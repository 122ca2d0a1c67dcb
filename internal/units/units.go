// Package units converts the engineering units found on site sheets and
// design schedules to and from SI, which every other flowset package uses
// internally.
//
// Conversion factors come from their exact definitions where one exists
// (international inch and foot, avoirdupois pound, US gallon, standard
// gravity) and otherwise from NIST Special Publication 811 (2008),
// "Guide for the Use of the International System of Units", Appendix B.
// Every factor is defined once, in the table in this file.
package units

import (
	"errors"
	"fmt"
	"strconv"
	"strings"
)

// Kind is the physical quantity a unit measures.
type Kind int

// The kinds of quantity flowset reads and prints. The zero Kind is not a
// quantity; it stands for "any kind" in errors from Find.
const (
	Flow               Kind = iota + 1 // volumetric flow rate, SI m3/s
	Pressure                           // pressure or pressure difference, SI Pa
	Length                             // SI m
	Temperature                        // absolute temperature, SI K
	Head                               // pump or friction head: a height of the pumped fluid, SI m
	Dimensionless                      // ratios, fractions, valve openings; SI 1
	Power                              // SI W
	Energy                             // SI J
	Velocity                           // SI m/s
	Density                            // mass density, SI kg/m3
	Viscosity                          // dynamic viscosity, SI Pa s
	KinematicViscosity                 // kinematic viscosity, SI m2/s
)

var kindNames = [...]string{
	0:                  "quantity",
	Flow:               "flow",
	Pressure:           "pressure",
	Length:             "length",
	Temperature:        "temperature",
	Head:               "head",
	Dimensionless:      "dimensionless quantity",
	Power:              "power",
	Energy:             "energy",
	Velocity:           "velocity",
	Density:            "density",
	Viscosity:          "dynamic viscosity",
	KinematicViscosity: "kinematic viscosity",
}

// String returns the lower-case name of the quantity, as used in messages.
func (k Kind) String() string {
	if k < 0 || int(k) >= len(kindNames) {
		return "kind(" + strconv.Itoa(int(k)) + ")"
	}
	return kindNames[k]
}

// Physical constants behind the water-column units.
const (
	// StandardGravity is the conventional acceleration of free fall g_n in
	// m/s2 (3rd CGPM, 1901; NIST SP 811 Appendix B).
	StandardGravity = 9.80665
	// WaterColumnDensity is the conventional water density in kg/m3 that
	// defines the water-column pressure units (NIST SP 811 Appendix B
	// "conventional" water-column factors). It is not the density of real
	// water at any temperature.
	WaterColumnDensity = 1000
)

// Exact definitions the table builds on.
const (
	inch     = 0.0254                                   // m, international inch (1959)
	foot     = 12 * inch                                // m
	poundM   = 0.45359237                               // kg, avoirdupois pound (1959)
	poundF   = poundM * StandardGravity                 // N, pound-force
	usGallon = 231 * inch * inch * inch                 // m3, US liquid gallon = 231 in3
	mWater   = WaterColumnDensity * StandardGravity * 1 // Pa per metre of conventional water column
	btuIT    = 1055.05585262                            // J, International Table Btu (NIST SP 811 B.8)
)

// Unit is one unit of a Kind. The zero Unit is not valid; get units from
// Lookup, Find or SI.
type Unit struct {
	Symbol string
	Kind   Kind
	scale  float64 // SI value of one unit, after adding offset
	offset float64 // added before scaling; non-zero only for °C and °F
}

// ToSI converts v in u to SI: (v + offset) · scale.
func (u Unit) ToSI(v float64) float64 { return (v + u.offset) * u.scale }

// FromSI converts v in SI to u.
func (u Unit) FromSI(v float64) float64 { return v/u.scale - u.offset }

// entry is one row of the unit table: a canonical symbol, the other
// spellings accepted for it, and the conversion.
type entry struct {
	kind    Kind
	symbols []string // first is the canonical symbol, used for printing
	scale   float64
	offset  float64
}

// table is the single definition of every unit. The first entry of each kind
// is its SI unit. Order matters for Find: a symbol used by two kinds (m, ft
// are both Length and Head) resolves to the earlier row.
//
// Water-column units are the "conventional" ones of NIST SP 811 Appendix B:
// 1 mH2O = ρ·g_n·1 m with ρ = 1000 kg/m3 and g_n = 9.80665 m/s2, i.e.
// 9.80665 kPa exactly; 1 ftH2O = 0.3048 mH2O (2.989067 kPa); 1 inH2O =
// 0.0254 mH2O (249.0889 Pa). To turn a head of a real fluid into pressure,
// use HeadToPressure with that fluid's density instead.
var table = []entry{
	{Flow, []string{"m3/s", "m³/s", "m^3/s"}, 1, 0},
	{Flow, []string{"m3/h", "m³/h", "m^3/h", "m3/hr", "m³/hr", "cmh"}, 1.0 / 3600, 0},
	{Flow, []string{"l/s", "L/s", "l/sec", "L/sec", "lps"}, 1e-3, 0},
	{Flow, []string{"l/min", "L/min", "lpm"}, 1e-3 / 60, 0},
	{Flow, []string{"l/h", "L/h", "l/hr", "L/hr", "lph"}, 1e-3 / 3600, 0},
	{Flow, []string{"gpm", "USgpm", "gal/min"}, usGallon / 60, 0},

	{Pressure, []string{"Pa"}, 1, 0},
	{Pressure, []string{"kPa"}, 1e3, 0},
	{Pressure, []string{"MPa"}, 1e6, 0},
	{Pressure, []string{"mbar"}, 100, 0},
	{Pressure, []string{"bar"}, 1e5, 0},
	{Pressure, []string{"psi", "lbf/in2", "lbf/in²"}, poundF / (inch * inch), 0},
	{Pressure, []string{"mH2O", "mH₂O", "m wc", "mwc", "mWC", "m WC", "m w.c."}, mWater, 0},
	{Pressure, []string{"ftH2O", "ftH₂O", "ft wc", "ftwc", "ft WC", "ft w.c."}, foot * mWater, 0},
	{Pressure, []string{"inH2O", "inH₂O", "in wc", "inwc", "in WC", "in w.c."}, inch * mWater, 0},

	{Length, []string{"m"}, 1, 0},
	{Length, []string{"mm"}, 1e-3, 0},
	{Length, []string{"cm"}, 1e-2, 0},
	{Length, []string{"in", "inch", `"`}, inch, 0},
	{Length, []string{"ft", "foot", "feet", "'"}, foot, 0},

	{Temperature, []string{"K"}, 1, 0},
	{Temperature, []string{"°C", "degC", "C", "ºC", "℃"}, 1, 273.15},
	// T/K = (t/°F + 459.67)/1.8 (NIST SP 811 B.9).
	{Temperature, []string{"°F", "degF", "F", "ºF", "℉"}, 1 / 1.8, 459.67},

	{Head, []string{"m", "mhd", "m head"}, 1, 0},
	{Head, []string{"ft", "ft head", "feet"}, foot, 0},

	{Dimensionless, []string{"", "1", "-"}, 1, 0},
	{Dimensionless, []string{"%"}, 1e-2, 0},

	{Power, []string{"W"}, 1, 0},
	{Power, []string{"kW"}, 1e3, 0},
	{Power, []string{"MW"}, 1e6, 0},
	// Mechanical horsepower, 550 ft·lbf/s (NIST SP 811 B.8: 7.456999E+02 W).
	{Power, []string{"hp"}, 550 * foot * poundF, 0},
	{Power, []string{"Btu/h", "BTU/h", "Btu/hr", "BTU/hr", "Btuh"}, btuIT / 3600, 0},

	{Energy, []string{"J"}, 1, 0},
	{Energy, []string{"kJ"}, 1e3, 0},
	{Energy, []string{"MJ"}, 1e6, 0},
	{Energy, []string{"Wh"}, 3600, 0},
	{Energy, []string{"kWh"}, 3.6e6, 0},
	{Energy, []string{"MWh"}, 3.6e9, 0},
	{Energy, []string{"Btu", "BTU"}, btuIT, 0},

	{Velocity, []string{"m/s"}, 1, 0},
	{Velocity, []string{"ft/s", "fps"}, foot, 0},

	{Density, []string{"kg/m3", "kg/m³", "kg/m^3"}, 1, 0},
	{Density, []string{"g/cm3", "g/cm³", "g/ml", "g/mL", "kg/l", "kg/L"}, 1e3, 0},
	{Density, []string{"lb/ft3", "lb/ft³", "lbm/ft3"}, poundM / (foot * foot * foot), 0},

	// 1 cP = 1 mPa s (NIST SP 811 B.8: centipoise 1.0E-03 Pa s).
	{Viscosity, []string{"Pa s", "Pa·s", "Pa.s"}, 1, 0},
	{Viscosity, []string{"mPa s", "mPa·s", "mPa.s", "cP", "cp"}, 1e-3, 0},

	// 1 cSt = 1 mm2/s (NIST SP 811 B.8: centistokes 1.0E-06 m2/s).
	{KinematicViscosity, []string{"m2/s", "m²/s", "m^2/s"}, 1, 0},
	{KinematicViscosity, []string{"mm2/s", "mm²/s", "mm^2/s", "cSt", "cst"}, 1e-6, 0},
	{KinematicViscosity, []string{"ft2/s", "ft²/s"}, foot * foot, 0},
}

// Sentinel causes wrapped by the errors of Lookup and Find.
var (
	ErrUnknownUnit = errors.New("unknown unit")
	ErrWrongKind   = errors.New("wrong kind of unit")
)

// UnitError reports a symbol that could not be used as a unit of the kind
// wanted. Err is ErrUnknownUnit or ErrWrongKind.
type UnitError struct {
	Symbol string
	Want   Kind // 0 when any kind would do
	Have   Kind // the symbol's kind when Err is ErrWrongKind
	Err    error
}

func (e *UnitError) Error() string {
	if errors.Is(e.Err, ErrWrongKind) {
		return fmt.Sprintf("unit %q is a %s, not a %s", e.Symbol, e.Have, e.Want)
	}
	if e.Want == 0 {
		return fmt.Sprintf("unknown unit %q", e.Symbol)
	}
	return fmt.Sprintf("unknown %s unit %q (accepted: %s)", e.Want, e.Symbol, strings.Join(Symbols(e.Want), ", "))
}

func (e *UnitError) Unwrap() error { return e.Err }

func (e entry) unit(symbol string) Unit {
	return Unit{Symbol: symbol, Kind: e.kind, scale: e.scale, offset: e.offset}
}

// Lookup returns the unit of kind k spelled symbol. Surrounding spaces are
// ignored; case is significant (mbar and Mbar, mPa and MPa differ). The
// returned Unit carries the canonical symbol (Lookup(Flow, "m³/h") has
// Symbol "m3/h"). The error wraps ErrWrongKind when symbol names a unit of
// another kind and ErrUnknownUnit otherwise.
func Lookup(k Kind, symbol string) (Unit, error) {
	s := strings.TrimSpace(symbol)
	var other Kind
	for _, e := range table {
		for _, sym := range e.symbols {
			if sym != s {
				continue
			}
			if e.kind == k {
				return e.unit(e.symbols[0]), nil
			}
			if other == 0 {
				other = e.kind
			}
		}
	}
	// A blank symbol is a missing unit, not a dimensionless one, unless a
	// dimensionless quantity was asked for.
	if other != 0 && s != "" {
		return Unit{}, &UnitError{Symbol: s, Want: k, Have: other, Err: ErrWrongKind}
	}
	return Unit{}, &UnitError{Symbol: s, Want: k, Err: ErrUnknownUnit}
}

// Find returns the unit spelled symbol, of any kind. A symbol shared by two
// kinds resolves to the first in table order: "m" and "ft" are lengths, not
// heads; use Lookup(Head, ...) for those.
func Find(symbol string) (Unit, error) {
	s := strings.TrimSpace(symbol)
	for _, e := range table {
		for _, sym := range e.symbols {
			if sym == s {
				return e.unit(e.symbols[0]), nil
			}
		}
	}
	return Unit{}, &UnitError{Symbol: s, Err: ErrUnknownUnit}
}

// SI returns the SI unit of k. For an unknown Kind it returns the zero Unit.
func SI(k Kind) Unit {
	for _, e := range table {
		if e.kind == k {
			return e.unit(e.symbols[0])
		}
	}
	return Unit{}
}

// Symbols returns every spelling accepted for units of kind k, canonical
// symbols first within each unit, in table order.
func Symbols(k Kind) []string {
	var out []string
	for _, e := range table {
		if e.kind == k {
			out = append(out, e.symbols...)
		}
	}
	return out
}

// Format prints v, a value in SI, in unit u with digits decimal places
// (digits < 0 gives the shortest exact representation), followed by a
// space and u's symbol. A value that is NaN or infinite prints as such.
func Format(v float64, u Unit, digits int) string {
	x := v
	if u.scale != 0 {
		x = u.FromSI(v)
	}
	var s string
	if digits < 0 {
		s = strconv.FormatFloat(x, 'g', -1, 64)
	} else {
		s = strconv.FormatFloat(x, 'f', digits, 64)
	}
	if u.Symbol == "" {
		return s
	}
	return s + " " + u.Symbol
}

// HeadToPressure converts a head h [m] of a fluid of density rho [kg/m3] to
// a pressure difference [Pa]: Δp = ρ g_n h.
func HeadToPressure(h, rho float64) float64 { return rho * StandardGravity * h }

// PressureToHead converts a pressure difference dp [Pa] to the head [m] of a
// fluid of density rho [kg/m3]: h = Δp / (ρ g_n).
func PressureToHead(dp, rho float64) float64 { return dp / (rho * StandardGravity) }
——
| What you should do |
Considering only the material above, set down every line from the one with "density of real" to the one with "type Unit struct", inclusive, exactly as written.

| Result |
	// "conventional" water-column factors). It is not the density of real
	// water at any temperature.
	WaterColumnDensity = 1000
)

// Exact definitions the table builds on.
const (
	inch     = 0.0254                                   // m, international inch (1959)
	foot     = 12 * inch                                // m
	poundM   = 0.45359237                               // kg, avoirdupois pound (1959)
	poundF   = poundM * StandardGravity                 // N, pound-force
	usGallon = 231 * inch * inch * inch                 // m3, US liquid gallon = 231 in3
	mWater   = WaterColumnDensity * StandardGravity * 1 // Pa per metre of conventional water column
	btuIT    = 1055.05585262                            // J, International Table Btu (NIST SP 811 B.8)
)

// Unit is one unit of a Kind. The zero Unit is not valid; get units from
// Lookup, Find or SI.
type Unit struct {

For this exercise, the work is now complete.